**Extracted information**
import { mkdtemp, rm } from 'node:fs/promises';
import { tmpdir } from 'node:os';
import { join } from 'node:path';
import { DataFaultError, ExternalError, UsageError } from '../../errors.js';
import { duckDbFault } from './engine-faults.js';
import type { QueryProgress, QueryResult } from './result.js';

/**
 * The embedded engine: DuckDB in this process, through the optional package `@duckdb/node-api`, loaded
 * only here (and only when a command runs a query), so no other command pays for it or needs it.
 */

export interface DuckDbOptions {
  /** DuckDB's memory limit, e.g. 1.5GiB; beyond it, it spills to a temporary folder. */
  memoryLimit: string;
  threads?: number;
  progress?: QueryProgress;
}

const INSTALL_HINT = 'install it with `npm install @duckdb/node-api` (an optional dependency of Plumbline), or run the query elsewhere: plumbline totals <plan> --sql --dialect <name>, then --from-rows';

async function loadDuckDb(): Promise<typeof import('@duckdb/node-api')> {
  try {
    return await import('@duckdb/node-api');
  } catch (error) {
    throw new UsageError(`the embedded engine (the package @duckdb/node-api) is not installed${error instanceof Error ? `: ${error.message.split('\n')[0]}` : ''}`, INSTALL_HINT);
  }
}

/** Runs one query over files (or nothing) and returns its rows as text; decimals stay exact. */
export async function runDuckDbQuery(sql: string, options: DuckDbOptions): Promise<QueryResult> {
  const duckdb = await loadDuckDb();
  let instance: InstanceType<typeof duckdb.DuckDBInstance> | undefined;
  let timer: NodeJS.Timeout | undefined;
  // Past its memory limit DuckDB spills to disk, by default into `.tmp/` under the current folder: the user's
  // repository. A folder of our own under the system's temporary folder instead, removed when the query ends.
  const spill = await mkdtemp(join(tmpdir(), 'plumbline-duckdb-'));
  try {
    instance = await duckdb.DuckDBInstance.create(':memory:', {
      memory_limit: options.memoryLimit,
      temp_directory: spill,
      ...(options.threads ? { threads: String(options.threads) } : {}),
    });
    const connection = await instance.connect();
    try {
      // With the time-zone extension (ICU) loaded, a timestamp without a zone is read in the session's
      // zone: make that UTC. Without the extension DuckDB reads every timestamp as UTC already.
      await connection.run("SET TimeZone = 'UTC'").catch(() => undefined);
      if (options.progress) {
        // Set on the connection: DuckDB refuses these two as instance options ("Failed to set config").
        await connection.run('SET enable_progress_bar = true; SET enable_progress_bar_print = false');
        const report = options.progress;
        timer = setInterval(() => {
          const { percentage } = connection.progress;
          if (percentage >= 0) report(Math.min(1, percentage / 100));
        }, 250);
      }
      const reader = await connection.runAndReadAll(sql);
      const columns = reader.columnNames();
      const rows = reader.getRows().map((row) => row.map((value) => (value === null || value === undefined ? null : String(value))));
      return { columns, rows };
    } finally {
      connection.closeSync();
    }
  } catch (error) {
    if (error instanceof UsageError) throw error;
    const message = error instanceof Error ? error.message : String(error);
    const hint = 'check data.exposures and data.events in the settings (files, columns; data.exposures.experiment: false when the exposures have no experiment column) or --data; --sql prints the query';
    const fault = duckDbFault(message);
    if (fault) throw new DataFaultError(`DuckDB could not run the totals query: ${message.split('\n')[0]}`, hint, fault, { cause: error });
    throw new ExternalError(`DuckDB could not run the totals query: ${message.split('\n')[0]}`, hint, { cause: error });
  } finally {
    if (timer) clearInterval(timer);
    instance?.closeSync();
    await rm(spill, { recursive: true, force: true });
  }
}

* * *

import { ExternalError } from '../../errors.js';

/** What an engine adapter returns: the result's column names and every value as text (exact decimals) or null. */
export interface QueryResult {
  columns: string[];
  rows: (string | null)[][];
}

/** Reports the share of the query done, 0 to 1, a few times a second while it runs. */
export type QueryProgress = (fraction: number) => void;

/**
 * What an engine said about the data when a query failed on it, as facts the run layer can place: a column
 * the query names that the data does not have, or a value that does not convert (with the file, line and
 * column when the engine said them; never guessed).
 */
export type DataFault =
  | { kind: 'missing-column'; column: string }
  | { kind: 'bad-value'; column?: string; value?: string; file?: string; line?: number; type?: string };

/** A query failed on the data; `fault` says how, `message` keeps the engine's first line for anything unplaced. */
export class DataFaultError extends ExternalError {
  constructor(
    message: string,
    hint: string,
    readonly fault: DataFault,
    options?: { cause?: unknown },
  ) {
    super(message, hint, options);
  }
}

**Problem**
In the entries above, the lines from the one bearing "or needs it." up to and including the one bearing "threads?: number;" should be transcribed exactly; no other line is wanted.

**Answer to the exercise**
 * only here (and only when a command runs a query), so no other command pays for it or needs it.
 */

export interface DuckDbOptions {
  /** DuckDB's memory limit, e.g. 1.5GiB; beyond it, it spills to a temporary folder. */
  memoryLimit: string;
  threads?: number;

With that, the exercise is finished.